• Exercise: Please restate, word for word, the lines below that begin at the one with "afterEach(() => setSiteTimeZone(undefined));" and end at the one with "it('formats ranges as". Leave out all other lines.

Records from a dataset:
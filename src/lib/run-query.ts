import { queryOptions } from '@tanstack/react-query';
import { RunSchema, type Run } from '../../shared/schemas/runs';
import { api } from './api-client';
import { queryKeys } from './query-keys';

/** GET /api/runs/:id → plan, point states, captured values and results. */
export function getRun(id: string, signal?: AbortSignal): Promise<Run> {
  return api.get(`/api/runs/${encodeURIComponent(id)}`, { schema: RunSchema, ...(signal ? { signal } : {}) });
}

/**
 * The one query of a run, shared by the capture screen, the job page and the review: one key, one
 * fetcher, one staleness. Stream events patch and invalidate it (lib/apply-stream-message.ts); a
 * screen that must see a run move while the stream is down adds its own `refetchInterval`.
 */
export function runQueryOptions(id: string) {
  return queryOptions({ queryKey: queryKeys.run(id), queryFn: ({ signal }) => getRun(id, signal), staleTime: 2_000 });
}
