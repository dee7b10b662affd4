import { afterEach, describe, expect, it, vi } from 'vitest';
import { z } from 'zod';
import { api, ApiError, apiRequest, isApiError } from './api-client';

function reply(status: number, body?: unknown, raw?: string) {
  const text = raw ?? (body === undefined ? null : JSON.stringify(body));
  return vi.fn(async () => new Response(text, { status, statusText: status === 502 ? 'Bad Gateway' : '' }));
}

async function caught(p: Promise<unknown>): Promise<ApiError> {
  try {
    await p;
  } catch (e) {
    if (e instanceof ApiError) return e;
    throw e;
  }
  throw new Error('expected the request to fail');
}

afterEach(() => vi.unstubAllGlobals());

describe('apiRequest', () => {
  it('parses the error body into ApiError with status, code, message and fields', async () => {
    vi.stubGlobal(
      'fetch',
      reply(400, { error: { code: 'validation_failed', message: 'Check the form', fields: { email: ['Enter a valid email address'], 'accuracy.floor': ['Too small'] } } }),
    );
    const e = await caught(api.post('/api/users', { email: 'x' }));
    expect(isApiError(e)).toBe(true);
    expect(e.status).toBe(400);
    expect(e.code).toBe('validation_failed');
    expect(e.message).toBe('Check the form');
    expect(e.fields).toEqual({ email: ['Enter a valid email address'], 'accuracy.floor': ['Too small'] });
    expect(e.fieldMessage('email')).toBe('Enter a valid email address');
    expect(e.fieldMessage('accuracy.floor')).toBe('Too small');
    expect(e.fieldMessage('name')).toBeUndefined();
  });

  it('keeps 401 and 429 codes and messages from the server', async () => {
    vi.stubGlobal('fetch', reply(401, { error: { code: 'unauthenticated', message: 'Email or password is not right' } }));
    const e401 = await caught(api.get('/api/auth/me'));
    expect([e401.status, e401.code, e401.message]).toEqual([401, 'unauthenticated', 'Email or password is not right']);
    expect(e401.fields).toBeUndefined();

    vi.stubGlobal('fetch', reply(429, { error: { code: 'rate_limited', message: 'Slow down' } }));
    const e429 = await caught(api.post('/api/auth/login', {}));
    expect([e429.status, e429.code]).toEqual([429, 'rate_limited']);
  });

  it('falls back to a code from the status when the body is not our error shape', async () => {
    vi.stubGlobal('fetch', reply(502, undefined, '<html>proxy error</html>'));
    const e = await caught(api.get('/api/jobs'));
    expect(e.status).toBe(502);
    expect(e.code).toBe('internal');
    expect(e.message).toContain('502');

    vi.stubGlobal('fetch', reply(403, { error: { code: 'not-a-code', message: 'x' } }));
    const f = await caught(api.get('/api/users'));
    expect(f.code).toBe('forbidden');
  });

  it('turns a failed fetch into a network ApiError with status 0', async () => {
    vi.stubGlobal(
      'fetch',
      vi.fn(async () => {
        throw new TypeError('Failed to fetch');
      }),
    );
    const e = await caught(api.get('/api/health'));
    expect(e.status).toBe(0);
    expect(e.code).toBe('network');
  });

  it('sends JSON with same-origin credentials and returns undefined for 204', async () => {
    const f = reply(204);
    vi.stubGlobal('fetch', f);
    const out = await api.post('/api/auth/logout', { a: 1 });
    expect(out).toBeUndefined();
    const [path, init] = f.mock.calls[0] as unknown as [string, RequestInit];
    expect(path).toBe('/api/auth/logout');
    expect(init.method).toBe('POST');
    expect(init.credentials).toBe('same-origin');
    expect((init.headers as Record<string, string>)['Content-Type']).toBe('application/json');
    expect(init.body).toBe('{"a":1}');
  });

  it('checks a reply against the schema and reports a contract mismatch', async () => {
    const Schema = z.object({ ok: z.boolean() });
    vi.stubGlobal('fetch', reply(200, { ok: true }));
    await expect(apiRequest('/api/health', { schema: Schema })).resolves.toEqual({ ok: true });

    vi.stubGlobal('fetch', reply(200, { ok: 'yes' }));
    const e = await caught(apiRequest('/api/health', { schema: Schema }));
    expect(e.code).toBe('bad_response');
    expect(e.status).toBe(200);
  });
});
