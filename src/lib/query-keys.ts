/**
 * Query keys that the live stream updates or invalidates. Features build their query options on
 * these so that `lib/live-stream.ts` can reach their caches without importing features.
 */
export const queryKeys = {
  /** The session check (features/auth `meQueryKey` starts with it). */
  auth: ['auth'] as const,
  jobs: ['jobs'] as const,
  job: (id: string) => ['jobs', id] as const,
  runs: ['runs'] as const,
  run: (id: string) => ['runs', id] as const,
  bench: ['bench'] as const,
  instrument: (id: string) => ['instruments', id] as const,
};
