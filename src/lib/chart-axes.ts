import type uPlot from 'uplot';
import { formatDate, formatTime } from './format';

/**
 * Time-axis labels for uPlot charts in the one date style and the site's zone, spaced so they
 * never overlap: at least `space` px between ticks (a "09:36:05" label is about 60 px at 12 px
 * type), seconds shown only when the ticks are less than a minute apart. x values are seconds.
 */
export function timeAxis(space = 84): Pick<uPlot.Axis, 'space' | 'values'> {
  return {
    space,
    values: (_u, splits, _axis, _space, incr) => splits.map((s) => (s == null ? '' : formatTime(s * 1000, incr < 60))),
  };
}

/** Date-axis labels ("2026-12-02") for charts over days or more, spaced so they never overlap. */
export function dateAxis(space = 96): Pick<uPlot.Axis, 'space' | 'values'> {
  return {
    space,
    values: (_u, splits) => splits.map((s) => (s == null ? '' : formatDate(new Date(s * 1000)))),
  };
}
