import { afterEach, describe, expect, it } from 'vitest';
import { daysUntil, formatDate, formatDateTime, formatNumber, formatRange, relativeDays, setSiteTimeZone, siteTimeZone, siteToday } from './format';

afterEach(() => setSiteTimeZone(undefined));

describe('format (client view of shared/format)', () => {
  it('formats ranges as LRV–URV unit, spacing the dash around negatives, in the one unit spelling', () => {
    expect(formatRange(0, 2500, 'mmH2O@68F')).toBe('0–2500 mmH2O at 68 °F');
    expect(formatRange(-250, 250, 'mbar')).toBe('−250 – 250 mbar');
    expect(formatRange(0, 0.75, 'bar')).toBe('0–0.75 bar');
    expect(formatRange(4, 20, 'mA')).toBe('4–20 mA');
    expect(formatRange(0, 100, 'inH2O@68F')).toBe('0–100 inH2O at 68 °F');
  });

  it('uses a real minus sign, trims trailing zeros and never writes −0', () => {
    expect(formatNumber(-1.5)).toBe('−1.5');
    expect(formatNumber(12.34)).toBe('12.34');
    expect(formatNumber(-0.00001, 3)).toBe('0');
    expect(formatNumber(Number.NaN)).toBe('—');
  });

  it('counts calendar days from the site’s today', () => {
    expect(daysUntil('2025-03-10', '2025-03-10')).toBe(0);
    expect(daysUntil('2025-03-14', '2025-03-10')).toBe(4);
    expect(daysUntil('2025-03-01', '2025-03-10')).toBe(-9);
    expect(relativeDays(-9)).toBe('9 days ago');
    expect(relativeDays(4)).toBe('in 4 days');
  });

  it('shows dates and takes today in the site zone set from the session', () => {
    const late = new Date('2026-12-02T23:30:00Z');
    expect(siteTimeZone()).toBe('UTC');
    expect(siteToday(late)).toBe('2026-12-02');
    setSiteTimeZone('Pacific/Auckland');
    expect(siteToday(late)).toBe('2026-12-03');
    expect(formatDate('2026-12-02T23:30:00Z')).toBe('2026-12-03');
    expect(formatDateTime('2026-12-02T23:30:00Z')).toBe('2026-12-03 12:30');
    setSiteTimeZone('Not/AZone');
    expect(siteTimeZone()).toBe('UTC');
  });
});
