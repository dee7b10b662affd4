import { keepPreviousData, queryOptions, useMutation, useQuery, useQueryClient } from '@tanstack/react-query';
import { z } from 'zod';
import { registerPath, type RegisterSpec } from '../../shared/schemas/registers';
import { api, apiRequest } from './api-client';
import { queryKeys } from './query-keys';

/** Search, sort and page of a register list, as the server takes them. */
export interface RegisterListParams {
  q?: string;
  sort?: string;
  dir?: 'asc' | 'desc';
  page?: number;
  pageSize?: number;
}

export interface RegisterApi<Row extends { id: string }, Input> {
  spec: RegisterSpec<Row>;
  /** GET /api/<plural>?q&sort&dir&page&pageSize → { items, total }. */
  list: (p?: RegisterListParams, signal?: AbortSignal) => Promise<{ items: Row[]; total: number }>;
  listQueryOptions: (p?: RegisterListParams) => ReturnType<typeof listOptions<Row>>;
  useList: (p?: RegisterListParams) => ReturnType<typeof useListQuery<Row>>;
  /** POST /api/<plural> (create) or PUT /api/<plural>/:id (edit); lead and admin. */
  useSave: (id: string | null) => ReturnType<typeof useSaveMutation<Row, Input>>;
}

function listOptions<Row>(key: readonly unknown[], fetch: (signal: AbortSignal) => Promise<{ items: Row[]; total: number }>) {
  return queryOptions({ queryKey: key, queryFn: ({ signal }) => fetch(signal) });
}

function useListQuery<Row>(options: ReturnType<typeof listOptions<Row>>) {
  return useQuery({ ...options, placeholderData: keepPreviousData });
}

function useSaveMutation<Row, Input>(save: (body: Input) => Promise<Row>, invalidate: readonly unknown[]) {
  const qc = useQueryClient();
  return useMutation({ mutationFn: save, onSuccess: () => qc.invalidateQueries({ queryKey: invalidate }) });
}

/**
 * The client of one register's API, built from its spec and row schema: a server-paged list (first
 * page sorted as the server sorts by default), its query options for route loaders, and the save
 * mutation that refreshes every list of the register.
 */
export function registerApi<Row extends { id: string }, Input>(spec: RegisterSpec<Row>, rowSchema: z.ZodType<Row>): RegisterApi<Row, Input> {
  const path = registerPath(spec);
  const reply = z.object({ items: z.array(rowSchema), total: z.number() });
  const defaults = { sort: spec.sortable[0], dir: 'asc', page: 1, pageSize: 25 } as const;
  const full = (p: RegisterListParams) => ({ ...defaults, ...p, q: p.q?.trim() ?? '' });
  const list = (p: RegisterListParams = {}, signal?: AbortSignal) => {
    const f = full(p);
    const qs = new URLSearchParams({ sort: f.sort, dir: f.dir, page: String(f.page), pageSize: String(f.pageSize) });
    if (f.q) qs.set('q', f.q);
    return api.get(`${path}?${qs}`, { schema: reply, ...(signal ? { signal } : {}) });
  };
  const listQueryOptions = (p: RegisterListParams = {}) => {
    const f = full(p);
    return listOptions<Row>(queryKeys.registerList(spec.plural, f), (signal) => list(f, signal));
  };
  return {
    spec,
    list,
    listQueryOptions,
    useList: (p = {}) => useListQuery(listQueryOptions(p)),
    useSave: (id) =>
      useSaveMutation<Row, Input>(
        (body) => (id ? apiRequest(`${path}/${encodeURIComponent(id)}`, { method: 'PUT', body, schema: rowSchema }) : api.post(path, body, { schema: rowSchema })),
        queryKeys.register(spec.plural),
      ),
  };
}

• Response:
afterEach(() => setSiteTimeZone(undefined));

describe('format (client view of shared/format)', () => {
  it('formats ranges as LRV–URV unit, spacing the dash around negatives, in the one unit spelling', () => {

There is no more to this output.